Thursday, January 27, 2011

BIHAR SHOWS THE WAY- 21/1/11

BIHAR SHOWS THE WAY

Posted: 21/1/11 09:41 PM PST

Politics and governance of a country are always enriched by ideas from other shores as much as its economy and culture. In fact, ideas and influences from outside are the only means to revive and nourish indigenous ways, especially when they become decadent. West Bengal needs winds of change blowing in from other places more than ever in its contemporary history. For some changes, it needs to look no further than Bihar. Given the tenacity of Bengal’s politicians to flout the rules and its officials’ inability to implement them, the coming assembly polls in the state could once again prove to be another season of extraordinary visual and sound pollution for Calcuttans. What Bihar did during the last state polls there holds some promise for Bengal, if only the Election Commission can repeat the success story. It is not that Bengal lacks laws to stop politicians from defacing Calcutta’s walls or to force them to abide by the rules about campaign expenditure or about the use of microphones. What ails Bengal is a collective incapacity to change its self-destructive ways.
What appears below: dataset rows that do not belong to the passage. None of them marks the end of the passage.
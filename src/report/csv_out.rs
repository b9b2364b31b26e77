//! The one CSV writer: every CSV photoledger writes is built by a [`CsvTable`].
//!
//! The output follows RFC 4180 section 2 (Shafranov, "Common Format and MIME Type for
//! Comma-Separated Values (CSV) Files", IETF 2005): one header row, then records with the
//! header's number of fields, fields separated by commas, and a field that holds a comma, a
//! double quote or a line break enclosed in double quotes with every inner quote doubled. Only
//! such fields are quoted (the `csv` crate's `QuoteStyle::Necessary`), so numbers and plain
//! names stay bare.
//!
//! Records end in CRLF. RFC 4180 §2 rule 1 asks for CRLF, and every reader the project meets
//! accepts it: its own (`file::csv`, `file::data`), the `csv` crate, Python's `csv` module,
//! spreadsheets, and Rust's `str::lines`. LF alone would be read by most tools too, but would not
//! be RFC 4180; one terminator everywhere keeps every file alike.
//!
//! Cells are text: callers format numbers with [`cell`] (the shortest digits that read back to
//! the same `f64`, plain decimals where a spreadsheet shows them so).

/// A CSV table being written: the header first, then rows of the same width. Into memory
/// ([`CsvTable::new`], [`CsvTable::finish`]) or streamed into a writer row by row
/// ([`CsvTable::to_writer`], [`CsvTable::flush`]), so a time course of a million points is never
/// held whole.
pub struct CsvTable<W: std::io::Write = Vec<u8>> {
    out: csv::Writer<W>,
    width: usize,
    /// The first write error, returned by [`CsvTable::flush`].
    error: Option<std::io::Error>,
}

impl CsvTable<Vec<u8>> {
    /// A table with this header row (units written out in the cells, e.g. `time (s)`).
    pub fn new<I, S>(header: I) -> Self
    where
        I: IntoIterator<Item = S>,
        S: AsRef<str>,
    {
        Self::to_writer(Vec::new(), header)
    }

    /// A table preceded by `# ` comment lines, one per line of `comment`. Only for files meant to be
    /// read back by photoledger's own readers (`file::data` time courses), which skip such lines;
    /// RFC 4180 has no comments, so report outputs never use this.
    pub fn with_comments<I, S>(comment: &str, header: I) -> Self
    where
        I: IntoIterator<Item = S>,
        S: AsRef<str>,
    {
        let mut top = Vec::new();
        for l in comment.lines() {
            top.extend_from_slice(b"# ");
            top.extend_from_slice(l.as_bytes());
            top.extend_from_slice(b"\r\n");
        }
        Self::to_writer(top, header)
    }

    /// The finished text.
    pub fn finish(self) -> String {
        let bytes = self.out.into_inner().unwrap_or_default();
        String::from_utf8(bytes).unwrap_or_default()
    }
}

impl<W: std::io::Write> CsvTable<W> {
    /// A table with this header row written into `w` as rows come.
    pub fn to_writer<I, S>(w: W, header: I) -> Self
    where
        I: IntoIterator<Item = S>,
        S: AsRef<str>,
    {
        let out = csv::WriterBuilder::new()
            .delimiter(b',')
            .quote_style(csv::QuoteStyle::Necessary)
            .terminator(csv::Terminator::CRLF)
            .flexible(true)
            .from_writer(w);
        let mut t = CsvTable {
            out,
            width: 0,
            error: None,
        };
        let cells: Vec<String> = header.into_iter().map(|s| s.as_ref().to_string()).collect();
        t.width = cells.len();
        t.write(&cells);
        t
    }

    /// Append one row. It must have the header's number of cells (checked in debug builds; the
    /// integration test `tests/csv_output.rs` checks every file the commands write).
    pub fn row<I, S>(&mut self, cells: I)
    where
        I: IntoIterator<Item = S>,
        S: AsRef<str>,
    {
        let cells: Vec<String> = cells.into_iter().map(|s| s.as_ref().to_string()).collect();
        debug_assert_eq!(cells.len(), self.width, "CSV row {cells:?} does not match the header");
        self.write(&cells);
    }

    fn write(&mut self, cells: &[String]) {
        if cells.is_empty() || self.error.is_some() {
            return;
        }
        if let Err(e) = self.out.write_record(cells) {
            self.error = Some(e.into());
        }
    }

    /// Write out what is buffered; the first error met while writing, if any.
    pub fn flush(mut self) -> std::io::Result<()> {
        if let Some(e) = self.error.take() {
            return Err(e);
        }
        self.out.flush()
    }
}

/// A number with the shortest digits that read back to the same `f64`: plain decimals for
/// magnitudes from 1e-4 up to 1e15, scientific notation outside ("0", "36", "0.0015",
/// "1.5e-7", "2e20"); a zero of either sign is "0". Spreadsheets and CSV readers take both
/// forms, and neither loses a digit (`{:e}` everywhere gave cells such as "0e0" and "3.6e1").
pub fn cell(v: f64) -> String {
    if v == 0.0 {
        return "0".into();
    }
    if (1e-4..1e15).contains(&v.abs()) {
        format!("{v}")
    } else {
        format!("{v:e}")
    }
}

/// [`cell`] for a value that may be missing: an empty cell when it is.
pub fn opt_cell(v: Option<f64>) -> String {
    v.map(cell).unwrap_or_default()
}

#[cfg(test)]
mod tests {
    use super::*;

    /// Read back with the `csv` crate (strict: every record the header's width).
    fn read(text: &str) -> Vec<Vec<String>> {
        csv::ReaderBuilder::new()
            .has_headers(false)
            .from_reader(text.as_bytes())
            .records()
            .map(|r| r.unwrap().iter().map(String::from).collect())
            .collect()
    }

    #[test]
    fn quotes_only_what_needs_it() {
        let mut t = CsvTable::new(["time (s)", "A, B (mol/L)"]);
        t.row(["1e0", "plain"]);
        t.row(["2e0", "say \"hi\""]);
        t.row(["3e0", "two\nlines"]);
        t.row(["4e0", ""]);
        let s = t.finish();
        // RFC 4180 §2 rules 1, 5, 6, 7: CRLF records; a field with a comma, quote or line break
        // is enclosed in double quotes and an inner quote is doubled; others are not quoted.
        assert_eq!(
            s,
            "time (s),\"A, B (mol/L)\"\r\n1e0,plain\r\n2e0,\"say \"\"hi\"\"\"\r\n3e0,\"two\nlines\"\r\n4e0,\r\n"
        );
        let back = read(&s);
        assert_eq!(back.len(), 5);
        assert_eq!(back[0][1], "A, B (mol/L)");
        assert_eq!(back[2][1], "say \"hi\"");
        assert_eq!(back[3][1], "two\nlines");
        assert_eq!(back[4][1], "");
    }

    #[test]
    fn comments_precede_the_header() {
        let mut t = CsvTable::with_comments("made up\nsecond", ["x", "y"]);
        t.row(["1", "2"]);
        assert_eq!(t.finish(), "# made up\r\n# second\r\nx,y\r\n1,2\r\n");
    }

    #[test]
    fn numbers_keep_every_digit() {
        for v in [0.1 + 0.2, 1.0 / 3.0, 6.02214076e23, -1e-300, 0.0] {
            assert_eq!(cell(v).parse::<f64>().unwrap(), v);
        }
        assert_eq!(opt_cell(None), "");
        assert_eq!(opt_cell(Some(2.5)), "2.5");
        for (v, want) in [
            (0.0, "0"),
            (-0.0, "0"),
            (36.0, "36"),
            (0.0015, "0.0015"),
            (1.5e-7, "1.5e-7"),
            (2e20, "2e20"),
        ] {
            assert_eq!(cell(v), want);
        }
        // every cell reads back to the same f64
        for v in [
            0.1 + 0.2,
            1.0 / 3.0,
            9.999999999999999e-5,
            1e-4,
            999999999999999.9,
            1e15,
            -2.5e-300,
            f64::MAX,
        ] {
            assert_eq!(cell(v).parse::<f64>().unwrap().to_bits(), v.to_bits(), "{v:e}");
        }
    }

    #[test]
    #[cfg(debug_assertions)]
    #[should_panic(expected = "does not match the header")]
    fn a_short_row_is_caught() {
        let mut t = CsvTable::new(["a", "b"]);
        t.row(["1"]);
    }
}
However, changing the way of election campaigns is only a sideshow to the larger message of change that Bengal can take from Bihar. Nitish Kumar has shown that there is no contradiction between the demands of electoral democracy and those of development. His low-key rhetoric and pragmatic style of governance are a far cry from the raucous, populist din that passes for politics in Bengal. Mr Kumar’s Bihar is raising itself from the casteist violence and lawlessness that once made it India’s badlands. By contrast, Left-ruled Bengal has plunged into the pits of political terror and violence. Before Mr Kumar took over office, development was an impossible dream in Bihar. In today’s Bengal, competitive destructiveness is the stuff of politics.

Ultimately, what seems to have made the Bihar story possible is the people’s refusal to accept darkness as inescapable and their quiet determination to bring light back into their lives. Mr Kumar’s success lies in capturing this shift in the public mood and in trying to live up to it. It is common to hear the people of Bengal groan and moan over the state of their lives and blame it all on their unscrupulous politicians and inefficient government. But plunging deeper into despair and doing nothing to get out of it are typical signs of decadence. The forthcoming elections in the state may have inspired hopes for a change of government. But such is the depth of the pessimism that doubts have already been raised if a new dispensation at Writers’ Buildings will really lift the gloom currently enveloping the state’s horizon. Bihar shows that the people’s quest for a better life can ultimately defeat the forces of destruction. If Bengal is left with any will to learn and reform, an example is there next door. Can West Bengal regain the will to live and learn à la Bihar?